The prime suspect? His wife’s jilted lover, who served with Rutledge in the recently ended Great War — but who left the Front under a cloud. Badly wounded, yes, but did someone also cover up cowardice?
Now Rutledge must prove the innocence of a man he both dislikes and distrusts. But the deadly triangle also stirs up memories of the woman Rutledge himself loved and lost when he went to France to fight. His doubts about the accused and himself only deepen when the victim of the beating mysteriously disappears, with no body to be found.

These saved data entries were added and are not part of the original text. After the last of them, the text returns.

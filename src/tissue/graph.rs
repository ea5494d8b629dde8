//! A body as a graph: which cells touch, and how many empty sites each cell touches.

/// Neighbour sites of a lattice site.
pub const SITES_AROUND: usize = 12;

/// Stands in a row of [`BodyGraph::rows`] for a neighbour site without a cell.
pub(super) const NOBODY: u32 = u32::MAX;

/// Who touches whom in a body, in the order of cells.
#[derive(Debug, Clone, PartialEq, Eq, Default)]
pub struct BodyGraph {
    /// Touching cells of each cell, filled up with [`NOBODY`]: rows of one length let the solver go
    /// through them without a branch.
    rows: Vec<[u32; SITES_AROUND]>,
    contacts: Vec<u8>,
    empty: Vec<u8>,
    open: Vec<u8>,
}

impl BodyGraph {
    /// A body without cells, to which [`Self::push`] adds.
    #[must_use]
    pub fn with_capacity(cells: usize) -> Self {
        Self {
            rows: Vec::with_capacity(cells),
            contacts: Vec::with_capacity(cells),
            empty: Vec::with_capacity(cells),
            open: Vec::with_capacity(cells),
        }
    }

    /// Forgets all cells, to be filled anew in the same memory.
    pub fn clear(&mut self) {
        self.rows.clear();
        self.contacts.clear();
        self.empty.clear();
        self.open.clear();
    }

    /// Adds the next cell: the numbers of the cells it touches (12 at most, any more are left out), the
    /// empty sites it touches, and those of them that the surrounding water reaches.
    pub fn push(&mut self, touching: impl IntoIterator<Item = u32>, empty: u8, open: u8) {
        let mut row = [NOBODY; SITES_AROUND];
        let mut contacts = 0;
        for (place, cell) in row.iter_mut().zip(touching) {
            *place = cell;
            contacts += 1;
        }
        self.rows.push(row);
        self.contacts.push(contacts);
        self.empty.push(empty);
        self.open.push(open);
    }

    /// Number of cells.
    #[must_use]
    pub const fn cells(&self) -> usize {
        self.rows.len()
    }

    /// Cells that touch `cell`.
    #[must_use]
    pub fn touching(&self, cell: usize) -> &[u32] {
        &self.rows[cell][..usize::from(self.contacts[cell])]
    }

    /// Number of cells that touch each cell.
    #[must_use]
    pub fn contacts(&self) -> &[u8] {
        &self.contacts
    }

    /// How many cells touch another.
    #[must_use]
    pub fn cells_in_contact(&self) -> usize {
        self.contacts.iter().filter(|contacts| **contacts > 0).count()
    }

    /// Touching cells of each cell, filled up with [`NOBODY`].
    pub(super) fn rows(&self) -> &[[u32; SITES_AROUND]] {
        &self.rows
    }

    /// Empty sites next to each cell; a cell is exposed when it has any.
    #[must_use]
    pub fn empty(&self) -> &[u8] {
        &self.empty
    }

    /// Empty sites next to each cell that the surrounding water reaches: through them the body
    /// exchanges with the bath. An enclosed hole, or the matrix inside a shell, is none of them.
    #[must_use]
    pub fn open(&self) -> &[u8] {
        &self.open
    }
}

As the brilliant yet tormented detective discovers that he’s not the only person seeing a reflection of tumultuous emotions in this case, he must confront the demons that threaten to overwhelm him and search out the truth. For in Hampton Regis hides a vicious killer who intends to let nothing — and no one — stand in the way.
10. A Pale Horse
In the ruins of Yorkshire’s Fountains Abbey lies the body of a man wrapped in a cloak, the face covered by a gas mask. Next to him is a book on alchemy, which belongs to the schoolmaster, a conscientious objector in the Great War. Who is this man, and is the investigation into his death being manipulated by a thirst for revenge?
Meanwhile, the British War Office is searching for a missing man of their own, someone whose war work was so secret that even Rutledge can’t know his real name or what he did.
The search takes Rutledge to Berkshire, where cottages once built to house lepers stand in the shadow of a great white horse cut into the chalk hillside. The current inhabitants of the cottages are outcasts, too, hiding from their own pasts. But who among them is telling the truth about their neighbors and who is twisting it?
Here is a puzzle requiring all of Rutledge’s daring and skill, for there are layers of lies and deception, while a ruthless killer is determined to hold on to freedom at any cost. And the pale horse looming overhead serves as a reminder that death is never finished with anyone, most certainly not the men who fought in the trenches of France.
Final thoughts on the Charles Todd books in order
So there you have all the information you need to start reading the Charles Todd books in order. Their books are incredibly evocative and atmospheric, while offering a compelling depiction of the trauma so many soldiers faced following the First World War when the horrors followed them home.
Have you read either series, or a different book by Charles Todd? Did you enjoy reading the books in publication order? Let us know in the comments below.
One thought on “All 40+ Charles Todd Books in Order | Ian Rutledge, Bess Crawford”
I have read all Ian Rutledge series but last book I have purchased it but not started it yet. The setting in England fascinates me. And all the legwork Rutledge must do to get his answer is amazing.
These books transport me back to the early 1900s where there was no tv, no cell phones, no social media, no modern conveniences as we have today.
It gives my mind a rest from what clutters my daily thoughts and activities. It was a simple life.
I have been a reader my whole life. Love your site!!